A cena em que ela canta, ainda muito jovem, para sobreviver, "Habanera", de "Carmen" de Georges Bizet, diz muito sobre sua juventude difícil e pobre. Mas há quem defenda que é nas composições de Puccini e Donizetti que ela alcança seus momentos de sublimação.

"Acho que se não houvesse nenhuma palavra no mundo, se a humanidade não tivesse inventado nenhuma palavra, a voz da Callas seria o que de mais profundo sobre o sentimento humano existe", declarou o roteirista Steven Knight (de "Peaky Blinders") sobre a genialidade da cantora lírica.

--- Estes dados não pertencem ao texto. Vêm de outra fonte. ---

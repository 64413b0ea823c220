package org.wavewarden.compare.rank;

import org.wavewarden.compare.Checks;
import org.wavewarden.compare.EffectSize;
import org.wavewarden.compare.StandardNormal;
import org.wavewarden.profile.NumericDistribution;

/**
 * Hodges-Lehmann estimate of the shift between two waves, in raw units, with its distribution-free interval.
 *
 * <p>The estimate is the median of all n1 * n2 differences current_i - baseline_j (Hodges &amp; Lehmann 1963); for
 * an even number of pairs, the mean of the two middle ones. The interval inverts the two-sided rank-sum test in its
 * normal approximation with tie-corrected variance and continuity correction (Lehmann 1975, Section 2.6; Bauer
 * 1972): its limits are the pairwise differences at which the standardised U of the shifted current wave crosses
 * the normal quantiles. That is the interval R's {@code wilcox.test(current, baseline, conf.int = TRUE,
 * exact = FALSE, correct = TRUE)} seeks with a numerical root finder; here the crossing is located exactly by rank
 * selection among the differences, without forming the pairs.
 */
public final class HodgesLehmann {

    public static final String NAME = "Hodges-Lehmann shift";

    private HodgesLehmann() {
    }

    /** Shift of {@code current} relative to {@code baseline} with a {@code confidence} interval. */
    public static EffectSize estimate(NumericDistribution baseline, NumericDistribution current, double confidence) {
        Checks.observations(baseline, 1, "baseline");
        Checks.observations(current, 1, "current");
        Checks.confidence(confidence);
        PairwiseDifferences diffs = new PairwiseDifferences(baseline, current);
        long pairs = diffs.pairs();

        double estimate = pairs % 2 == 1
                ? diffs.kthSmallest((pairs + 1) / 2)
                : 0.5 * diffs.kthSmallest(pairs / 2) + 0.5 * diffs.kthSmallest(pairs / 2 + 1);

        long nb = baseline.n();
        long nc = current.n();
        double n = nb + nc;
        // Between two pairwise differences no current value shifted by d meets a baseline value, so the only ties
        // are those inside each wave.
        double ties = Tables.tieTerm(baseline) + Tables.tieTerm(current);
        double sigma = Math.sqrt(nb * (double) nc / 12.0 * ((n + 1) - ties / (n * (n - 1))));
        double zq = StandardNormal.twoSidedQuantile(confidence);

        double low = diffs.kthSmallest(rankOfRoot(pairs, sigma, zq));
        double high = diffs.kthSmallest(rankOfRoot(pairs, sigma, -zq));
        return new EffectSize(NAME, estimate, low, high, confidence);
    }

    /**
     * For a shift d strictly between two pairwise differences, G(d) pairs still have current - d above baseline and
     * the corrected statistic is h(G) = (G - N/2 - sign(G - N/2) / 2) / sigma - zq, rising in G while G falls in d.
     * The root is the difference at which h changes sign: the (N - Gmax)-th smallest, Gmax being the largest G with
     * h(G) <= 0; clamped to the smallest and largest difference as R does when no crossing exists.
     */
    static long rankOfRoot(long pairs, double sigma, double zq) {
        double half = pairs / 2.0;
        long g = (long) Math.floor(half + zq * sigma + 0.5);
        g = Math.max(-1, Math.min(pairs, g));
        while (g >= 0 && h(g, half, sigma, zq) > 0) {
            g--;
        }
        while (g < pairs && h(g + 1, half, sigma, zq) <= 0) {
            g++;
        }
        long k = pairs - g;
        return Math.max(1, Math.min(pairs, k));
    }

    private static double h(long g, double half, double sigma, double zq) {
        double dev = g - half;
        return (dev - 0.5 * Math.signum(dev)) / sigma - zq;
    }
}
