package org.wavewarden.compare.rank;

import org.wavewarden.compare.TestResult;

/**
 * Outcome of the Wilcoxon signed-rank test.
 *
 * @param test    the test with V as statistic and the two-sided p-value
 * @param v       V: the sum of the ranks of |x - mu| over the positive differences (zeros dropped)
 * @param z       the standardised statistic with tie and continuity correction (reported also when the p-value
 *                is exact); 0 when no non-zero difference is left
 * @param exact   whether the p-value comes from the exact permutation distribution
 * @param nonZero number of non-zero differences that were ranked
 */
public record SignedRankResult(TestResult test, double v, double z, boolean exact, long nonZero) {
}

Ainda que diva suprema, Callas teve uma vida longe de perfeita e enfrentou seu próprio gênio forte, a opinião pública e a imprensa, que a vigiava de muito perto, a decepção amorosa ao ser "trocada" por Jackie Onassis quando o milionário grego Aristóteles Onassis, seu grande amor, se casou com a viúva de John Kennedy, e a perda da potência de sua voz em uma fase em que sofria com o luto após a morte do eterno amado.

É exatamente a semana em que Callas morre de ataque cardíaco na sala de seu apartamento em Paris que "Maria" foca. Mas os já citados flashbacks que vão entrando à medida que a memória da soprano traz estes momentos de volta contam mais sobre quando conheceu Onassis, sobre suas mais memoráveis performances, que deixam o palco de templos como o La Scala de Milão ou o La Fenice de Veneza para invadirem as ruas de Paris em números que também traduzem o estado de confusão mental da artista, que começou a abusar dos remédios e que passava por uma severa crise.

Quem cuidava dela e era sua família? O mordomo Ferruccio (Pierfrancesco Favino) e a empregada Bruna (Alba Rohrwacher). A interação com a dupla é o mais próximo de uma família que ela teve em seus últimos dias.

Callas morreu em setembro de 1977, na sala de seu apartamento, vítima de um ataque cardíaco, tão tragicamente quanto personagens como Anna Bolena, Tosca e Madame Butterfly. "Acho que ela se tornou esses personagens. E acho que, no final, é a soma das árias que ela cantou que a tornaram quem ela era. Então, sim, este filme é ópera.

E eu continuei perguntando ao Pablo no meio do caminho, eu continuei questionando: "Estamos fazendo um musical", comentou Jolie.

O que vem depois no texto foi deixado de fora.